When members registered for the training, the posting indicated they would receive the per-session rate of $51.13 per hour. However, the city Department of Education is now stating that these members will instead receive the staff development rate of $23.30 per hour.

“Members have a right to get what they signed up for,” UFT Secretary LeRoy Barr said, “and we are going to fight to see that they get it.”

The training was open to common branch teachers.

This may be one of the many grievances the DOE knows they will lose but takes it through to arbitration to clog up the process so legitimate grievances are delayed and delayed.

Sunday, August 04, 2019


The press and parents may be worried about  children being exposed to lead in classrooms but the UFT is not overly concerned.
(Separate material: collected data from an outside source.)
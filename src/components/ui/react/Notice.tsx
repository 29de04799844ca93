import type { ReactNode } from 'react';
import { NOTICE_WORD, type NoticeKind } from '../notice';

interface NoticeProps {
  kind?: NoticeKind;
  title?: string;
  children?: ReactNode;
}

/** React twin of Notice.astro. Danger interrupts; the other kinds are announced politely. */
export function Notice({ kind = 'info', title, children }: NoticeProps) {
  return (
    <div className={`notice notice-${kind}`} role={kind === 'danger' ? 'alert' : 'status'}>
      <p className="notice-title">{title ?? NOTICE_WORD[kind]}</p>
      {children}
    </div>
  );
}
From Gene Mann's Organizer:


Custodians did visual inspections in LYFE/3K/Pre-K/K and first grade in late June. If damaged paint was noted, DSF third-party inspectors went out and tested the paint for lead. If the paint was not lead, students stayed in the room and custodians will paint. If lead, students were moved and the School Construction Authority is remediating. Rooms will be cleaned and dust wipe samples will be taken. All of this will will be done by first day of school.

This is not really all that different from what typically done every summer, but now the DOE is increasing the frequency of the inspections and custodians are required to document this centrally. So in theory, there is some more transparency and accountability in this new process. In addition, the results will be posted online.

This should have low impact on most members and students as this is happening in the summer and the goal is to have every room ready in the summer. 

More transparency and accountability?

  • The UFT is echoing the DOE once again.

If this is something they do every summer, then the parents' question needs to be asked to the UFT as well as DOE.

Here it is from last week:

Which brings up the question, if they had remediated them last year, as they claimed, how effective is the process by which they address this?

Friday, August 02, 2019


NYC Public School Parents Blog has a piece on peeling lead paint found in hundreds of city schools.

A portion:
The DOE found peeling lead paint at 486 schools  built before 1985, including over 938 classrooms serving kids in 3-K, Pre-K, Kindergarten and first grade. More on this at Gothamist [with a WNYC radio sound file],  Chalkbeat and NY Post.

The ramped up inspection is a result of investigative reporting by Christopher Werth of WNYC , who wrote in Gothamist earlier this summer how he had found lead paint in classrooms  here and here; and a letter sent by members of Congress to the DOE as a result of his reporting.

A little further down:

The DOE says they plan to remediate all these classrooms before Sept., by covering the peeling paint with a “certified primer” and painted over twice.

Yet it doesn’t appear that DOE also checked for lead dust on the floors, which can also be quite toxic, especially for young kids who sit on the rug for “circle time”, as pointed out by Werth in the WNYC interview and earlier Gothamist articles.  And they haven’t checked any classrooms for kids over six, or common areas.

The Chalkbeat article also has a searchable list of the 500 schools that still have water outlets that were found to have lead levels still above the “action level” of 15 parts per billion, though the DOE claims to have “remediated” all but 15 of these outlets once again.

Which brings up the question, if they had remediated them last year, as they claimed, how effective is the process by which they address this?

Good reporting by Christopher Werth and others on this and a good question there for sure from the parents.

Two additional questions:

Will this be a front page story in the UFT's NY Teacher? I just checked the news page on the UFT website and I found nothing yet on this story.

Will the UFT threaten to have teachers and students walk out if there are toxic conditions in schools? When the UFT functioned as a real union, we used to publicize unhealthy school environments. We didn't just work behind the scenes to correct them. Anybody remember the asbestos closings in 1993?